> **TASK TO CARRY OUT**: Within the entries below, find the portion that opens with the line containing "from importlib.util import find_spec" and closes with the line containing "assert found is not None". Retype that portion exactly and only.

> **GIVEN DATA**:
══════

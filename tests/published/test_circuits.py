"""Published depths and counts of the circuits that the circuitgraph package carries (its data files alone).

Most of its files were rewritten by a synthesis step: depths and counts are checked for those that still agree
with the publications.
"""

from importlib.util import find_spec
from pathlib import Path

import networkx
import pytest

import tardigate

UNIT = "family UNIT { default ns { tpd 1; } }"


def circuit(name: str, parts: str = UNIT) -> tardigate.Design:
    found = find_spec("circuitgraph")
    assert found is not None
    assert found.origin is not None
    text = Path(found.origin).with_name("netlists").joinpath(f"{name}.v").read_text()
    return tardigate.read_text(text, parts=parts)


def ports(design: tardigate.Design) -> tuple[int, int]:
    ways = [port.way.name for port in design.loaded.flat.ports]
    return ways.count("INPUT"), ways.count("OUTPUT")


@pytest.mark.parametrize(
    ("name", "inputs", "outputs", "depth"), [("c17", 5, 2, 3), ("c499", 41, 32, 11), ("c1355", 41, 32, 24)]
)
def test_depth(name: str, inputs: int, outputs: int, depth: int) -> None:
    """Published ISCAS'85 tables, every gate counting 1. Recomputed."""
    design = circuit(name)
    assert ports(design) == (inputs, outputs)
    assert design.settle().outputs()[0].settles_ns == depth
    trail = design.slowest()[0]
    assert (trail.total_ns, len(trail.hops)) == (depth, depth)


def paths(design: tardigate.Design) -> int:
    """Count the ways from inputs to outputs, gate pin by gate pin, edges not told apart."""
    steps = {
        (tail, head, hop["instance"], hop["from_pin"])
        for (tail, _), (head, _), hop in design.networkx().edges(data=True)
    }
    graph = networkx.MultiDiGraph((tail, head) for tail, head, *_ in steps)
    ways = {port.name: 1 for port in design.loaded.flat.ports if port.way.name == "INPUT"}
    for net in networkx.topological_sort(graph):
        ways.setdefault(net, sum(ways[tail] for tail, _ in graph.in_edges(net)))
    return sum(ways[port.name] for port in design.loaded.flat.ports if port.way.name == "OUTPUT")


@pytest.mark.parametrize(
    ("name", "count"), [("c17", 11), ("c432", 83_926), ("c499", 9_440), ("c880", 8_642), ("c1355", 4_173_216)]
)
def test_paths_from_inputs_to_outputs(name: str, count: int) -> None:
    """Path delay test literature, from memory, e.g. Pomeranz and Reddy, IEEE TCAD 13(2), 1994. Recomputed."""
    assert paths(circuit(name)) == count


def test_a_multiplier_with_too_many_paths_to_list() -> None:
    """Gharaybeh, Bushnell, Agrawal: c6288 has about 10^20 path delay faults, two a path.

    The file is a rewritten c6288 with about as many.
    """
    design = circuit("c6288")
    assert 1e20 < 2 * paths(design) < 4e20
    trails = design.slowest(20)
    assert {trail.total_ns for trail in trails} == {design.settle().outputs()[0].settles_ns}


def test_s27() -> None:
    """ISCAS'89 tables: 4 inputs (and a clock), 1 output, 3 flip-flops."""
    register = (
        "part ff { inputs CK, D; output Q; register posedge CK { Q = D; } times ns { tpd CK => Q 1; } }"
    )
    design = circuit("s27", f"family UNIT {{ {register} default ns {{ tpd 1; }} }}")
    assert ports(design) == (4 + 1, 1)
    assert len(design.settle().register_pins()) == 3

══════

> **ANSWER TO THE EXERCISE**:
from importlib.util import find_spec
from pathlib import Path

import networkx
import pytest

import tardigate

UNIT = "family UNIT { default ns { tpd 1; } }"


def circuit(name: str, parts: str = UNIT) -> tardigate.Design:
    found = find_spec("circuitgraph")
    assert found is not None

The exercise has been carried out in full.